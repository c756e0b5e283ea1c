"""Generate the demo item banks of two invented scenarios (bit-for-bit reproducible).

Run ``python item_banks/make_demo_banks.py [OUT_DIR]`` (default: this folder).  It writes

* ``meridian_valley_operator.csv`` / ``.json`` -- 500 dichotomous items of the fictional
  Meridian Valley water-operator licensing exam;
* ``staff_climate_survey.csv`` / ``.json`` -- 40 rated items (answers 0-4) of the
  staff-climate survey the (equally fictional) Meridian Valley water utility gives its
  plant operators, field crews, control-room and lab staff;
* ``meridian_valley_operator_2d.csv`` / ``.json`` -- 360 items of a two-dimensional variant
  of the operator exam (M2PL, M3PL and MGRM items; dimensions ``treatment_operations`` and
  ``regulation_and_safety``).

and two long response files (``person_id,item_id,response``) of invented people answering
them, for the README tour (``adaptive-engine score``, calibration):

* ``meridian_valley_responses.csv`` -- 300 invented candidates, 30 operational items each;
* ``staff_climate_responses.csv`` -- 600 invented respondents answering all 40 survey items
  (complete data, enough to calibrate the survey bank again).

Banks and answers are invented for demonstration only: they are not calibrated from any
data and must never serve as a reference in tests.  Every draw comes from one
``numpy.random.Generator`` per bank with a fixed seed, and every parameter is rounded to 3
decimals (the precision calibration reports usually give), so the same numpy release
regenerates identical files.

Parameter distributions (plausible for operational banks, chosen by us):

Meridian Valley operator exam (scaling D = 1.0, logistic metric)
    * five content areas of 100 items each: source_water, treatment_processes,
      distribution_systems, lab_and_monitoring, safety_and_regulations;
    * models: 3PL for 80 % of the items (four-option multiple choice), 2PL for 10 %
      (numeric-entry items, no guessing), 4PL for 10 % (items where able examinees slip);
    * discrimination: log a ~ N(0.1, 0.3^2), so a has median about 1.1;
    * difficulty: b ~ N(mu_area, 1) with area means -0.3 (safety), -0.1 (source water),
      0 (distribution), 0.1 (treatment), 0.2 (lab): b ~ N(0, 1) overall;
    * lower asymptote (3PL, 4PL): c ~ Beta(5, 17), mean 0.23, near 1/4 for four options;
    * upper asymptote (4PL): d ~ Beta(38, 2), mean 0.95;
    * 15 enemy groups (10 pairs, 5 triples) of near-duplicate items inside one area, drawn
      with difficulties close to the group's first item (b + N(0, 0.15^2));
    * 10 item sets of 3-5 items sharing a scenario (a plant schematic, a lab report, a
      distribution map), in the treatment, distribution and lab areas;
    * 20 pretest items (status ``pretest``) drawn from items in no set and no enemy group.

Response files: each person's ability is drawn from N(0, 1), their items are drawn at
random without replacement from the operational items (in the order listed, as if
administered), and each answer is drawn from the bank's own model at that ability (one
uniform number per answer, compared with the cumulative category probabilities).

Two-dimensional operator exam (scaling D = 1.0, logistic metric, slope-intercept form)
    * dimensions ``treatment_operations`` (running the plant and the network) and
      ``regulation_and_safety`` (rules, monitoring duties, safe work), meant for a population
      in which the two correlate about 0.6;
    * five areas: source_water 60, treatment_processes 90 and distribution_systems 60 items
      measure treatment_operations first; safety_and_regulations 90 and lab_and_monitoring 60
      measure regulation_and_safety first;
    * mostly simple structure: an item measures its area's dimension only, except 10 % of the
      items (15 % in source water and distribution, 40 % in the lab area, where monitoring
      duties draw on plant knowledge) which also measure the other one;
    * models: M3PL 78 % (four-option multiple choice), M2PL 12 % (numeric entry), MGRM 10 %
      (work orders scored 0-2);
    * slope on the item's own dimension: log a ~ N(0.1, 0.3^2); on the other dimension (items
      measuring both): log a ~ N(-0.4, 0.3^2); 0 otherwise;
    * MDIFF ~ N(mu_area, 1) with the area means of the one-dimensional exam, turned into the
      intercept ``-MDISC * MDIFF`` (Reckase 1985); MGRM boundaries at MDIFF + sorted((-0.8,
      0.8) + N(0, 0.15^2)); c ~ Beta(5, 17) for M3PL items;
    * 10 enemy groups (6 pairs, 4 triples) of near-duplicates in one area (the same slopes,
      MDIFF within N(0, 0.15^2) of the group's first item), 6 item sets of 3-5 items sharing a
      scenario, and 15 pretest items outside sets and enemy groups.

**Exercise aim:** Output an exact copy of the lines from the one holding "0.8) + N(0, 0.15^2));" to the last line of the data, inclusive, and nothing beyond that range.

**Output for this exercise:**
      0.8) + N(0, 0.15^2)); c ~ Beta(5, 17) for M3PL items;
    * 10 enemy groups (6 pairs, 4 triples) of near-duplicates in one area (the same slopes,
      MDIFF within N(0, 0.15^2) of the group's first item), 6 item sets of 3-5 items sharing a
      scenario, and 15 pretest items outside sets and enemy groups.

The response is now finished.